What you have to do => Report how many lines of the data below contain "cannot". Give nothing besides the number.

Stored data =>

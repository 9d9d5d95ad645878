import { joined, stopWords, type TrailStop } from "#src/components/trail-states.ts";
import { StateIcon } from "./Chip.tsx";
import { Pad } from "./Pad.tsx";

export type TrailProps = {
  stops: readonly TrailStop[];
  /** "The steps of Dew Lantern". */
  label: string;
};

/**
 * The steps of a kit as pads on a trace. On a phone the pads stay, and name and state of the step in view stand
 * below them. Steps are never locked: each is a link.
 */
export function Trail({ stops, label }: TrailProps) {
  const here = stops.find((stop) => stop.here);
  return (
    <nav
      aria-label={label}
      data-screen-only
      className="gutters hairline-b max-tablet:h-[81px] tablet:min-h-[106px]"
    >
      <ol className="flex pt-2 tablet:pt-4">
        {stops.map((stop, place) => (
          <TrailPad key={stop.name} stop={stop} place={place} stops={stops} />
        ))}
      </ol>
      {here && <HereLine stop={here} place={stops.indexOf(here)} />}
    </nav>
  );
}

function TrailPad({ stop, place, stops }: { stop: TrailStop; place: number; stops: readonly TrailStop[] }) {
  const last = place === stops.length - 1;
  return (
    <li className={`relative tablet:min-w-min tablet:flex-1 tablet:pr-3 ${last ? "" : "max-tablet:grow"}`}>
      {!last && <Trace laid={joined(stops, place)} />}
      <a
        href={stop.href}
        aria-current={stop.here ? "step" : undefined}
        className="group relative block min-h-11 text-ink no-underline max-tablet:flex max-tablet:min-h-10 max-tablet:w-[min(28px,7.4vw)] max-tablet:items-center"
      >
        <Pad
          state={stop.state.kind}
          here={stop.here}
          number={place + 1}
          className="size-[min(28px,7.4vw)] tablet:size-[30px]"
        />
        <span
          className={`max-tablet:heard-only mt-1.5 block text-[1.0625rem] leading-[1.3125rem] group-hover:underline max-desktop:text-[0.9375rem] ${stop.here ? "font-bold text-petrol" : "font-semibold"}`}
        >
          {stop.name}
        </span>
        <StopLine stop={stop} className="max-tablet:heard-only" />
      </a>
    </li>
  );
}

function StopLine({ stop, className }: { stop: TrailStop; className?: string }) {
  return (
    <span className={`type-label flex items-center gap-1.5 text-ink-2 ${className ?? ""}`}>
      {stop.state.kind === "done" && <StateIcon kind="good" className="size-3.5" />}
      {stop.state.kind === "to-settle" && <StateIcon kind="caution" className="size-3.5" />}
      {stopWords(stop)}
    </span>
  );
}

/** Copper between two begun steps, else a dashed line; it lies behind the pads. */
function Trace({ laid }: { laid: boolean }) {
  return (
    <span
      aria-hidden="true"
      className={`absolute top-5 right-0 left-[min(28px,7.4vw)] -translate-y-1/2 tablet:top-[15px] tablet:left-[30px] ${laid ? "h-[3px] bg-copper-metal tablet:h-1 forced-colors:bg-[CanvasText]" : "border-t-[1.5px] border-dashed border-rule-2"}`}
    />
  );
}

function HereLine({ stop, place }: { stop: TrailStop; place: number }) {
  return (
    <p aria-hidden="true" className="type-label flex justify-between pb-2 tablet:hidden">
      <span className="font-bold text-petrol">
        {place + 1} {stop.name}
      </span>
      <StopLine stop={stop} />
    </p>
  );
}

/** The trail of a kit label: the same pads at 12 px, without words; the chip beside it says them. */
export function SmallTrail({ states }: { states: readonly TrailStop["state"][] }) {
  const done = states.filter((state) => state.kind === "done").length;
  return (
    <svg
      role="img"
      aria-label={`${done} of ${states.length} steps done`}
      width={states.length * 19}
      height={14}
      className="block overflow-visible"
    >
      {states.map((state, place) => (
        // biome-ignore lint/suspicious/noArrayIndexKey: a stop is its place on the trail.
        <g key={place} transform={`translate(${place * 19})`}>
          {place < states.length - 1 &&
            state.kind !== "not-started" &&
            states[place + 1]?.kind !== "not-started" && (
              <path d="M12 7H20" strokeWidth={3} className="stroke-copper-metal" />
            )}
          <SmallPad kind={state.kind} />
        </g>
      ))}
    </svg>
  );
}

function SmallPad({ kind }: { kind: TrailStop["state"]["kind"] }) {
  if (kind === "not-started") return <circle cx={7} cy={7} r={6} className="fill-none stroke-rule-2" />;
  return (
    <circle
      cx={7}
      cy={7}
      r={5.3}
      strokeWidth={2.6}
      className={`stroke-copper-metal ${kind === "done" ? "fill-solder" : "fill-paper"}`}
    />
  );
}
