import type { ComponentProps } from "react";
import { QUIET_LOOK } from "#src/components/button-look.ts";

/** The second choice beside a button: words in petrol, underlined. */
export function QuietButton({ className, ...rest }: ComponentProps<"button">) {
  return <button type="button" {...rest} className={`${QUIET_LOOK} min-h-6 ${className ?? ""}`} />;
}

==

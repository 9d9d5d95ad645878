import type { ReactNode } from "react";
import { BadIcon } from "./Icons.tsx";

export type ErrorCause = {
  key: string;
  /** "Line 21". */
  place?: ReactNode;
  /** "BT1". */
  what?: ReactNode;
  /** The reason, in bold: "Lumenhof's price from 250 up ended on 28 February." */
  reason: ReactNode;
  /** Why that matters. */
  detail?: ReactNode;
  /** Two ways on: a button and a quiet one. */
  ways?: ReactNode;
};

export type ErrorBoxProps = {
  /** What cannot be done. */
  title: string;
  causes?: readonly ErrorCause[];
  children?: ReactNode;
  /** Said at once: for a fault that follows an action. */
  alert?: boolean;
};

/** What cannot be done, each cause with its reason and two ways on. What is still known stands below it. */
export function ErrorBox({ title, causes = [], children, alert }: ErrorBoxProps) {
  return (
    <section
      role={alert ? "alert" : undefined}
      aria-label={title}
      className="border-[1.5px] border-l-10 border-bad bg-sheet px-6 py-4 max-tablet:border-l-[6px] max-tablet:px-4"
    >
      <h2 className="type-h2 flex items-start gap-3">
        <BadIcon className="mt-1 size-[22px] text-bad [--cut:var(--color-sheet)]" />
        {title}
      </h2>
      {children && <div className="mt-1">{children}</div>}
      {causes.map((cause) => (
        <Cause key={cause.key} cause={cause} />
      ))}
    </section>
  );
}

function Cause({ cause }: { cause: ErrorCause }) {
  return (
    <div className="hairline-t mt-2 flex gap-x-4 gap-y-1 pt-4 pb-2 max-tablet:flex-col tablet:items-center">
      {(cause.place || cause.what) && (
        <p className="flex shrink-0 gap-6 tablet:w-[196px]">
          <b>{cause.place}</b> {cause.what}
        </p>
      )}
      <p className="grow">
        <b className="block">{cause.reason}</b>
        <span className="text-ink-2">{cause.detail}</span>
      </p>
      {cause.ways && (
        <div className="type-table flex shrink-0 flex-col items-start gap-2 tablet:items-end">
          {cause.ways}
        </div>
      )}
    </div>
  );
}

* * *

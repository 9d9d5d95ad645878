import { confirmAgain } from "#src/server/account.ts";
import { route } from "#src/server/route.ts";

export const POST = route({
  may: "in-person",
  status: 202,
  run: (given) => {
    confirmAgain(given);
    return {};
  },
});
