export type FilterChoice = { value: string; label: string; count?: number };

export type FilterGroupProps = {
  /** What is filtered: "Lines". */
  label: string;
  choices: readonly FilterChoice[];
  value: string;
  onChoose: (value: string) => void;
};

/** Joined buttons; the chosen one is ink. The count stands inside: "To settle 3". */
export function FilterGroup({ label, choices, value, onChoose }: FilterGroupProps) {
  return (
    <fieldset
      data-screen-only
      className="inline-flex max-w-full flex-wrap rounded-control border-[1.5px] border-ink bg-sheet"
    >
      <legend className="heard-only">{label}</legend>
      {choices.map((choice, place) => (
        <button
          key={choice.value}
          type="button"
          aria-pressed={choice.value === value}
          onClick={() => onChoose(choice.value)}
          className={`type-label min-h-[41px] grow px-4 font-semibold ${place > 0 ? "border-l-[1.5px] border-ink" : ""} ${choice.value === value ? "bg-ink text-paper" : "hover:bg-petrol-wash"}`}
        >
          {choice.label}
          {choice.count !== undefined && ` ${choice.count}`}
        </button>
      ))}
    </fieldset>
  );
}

Answer to this problem => 2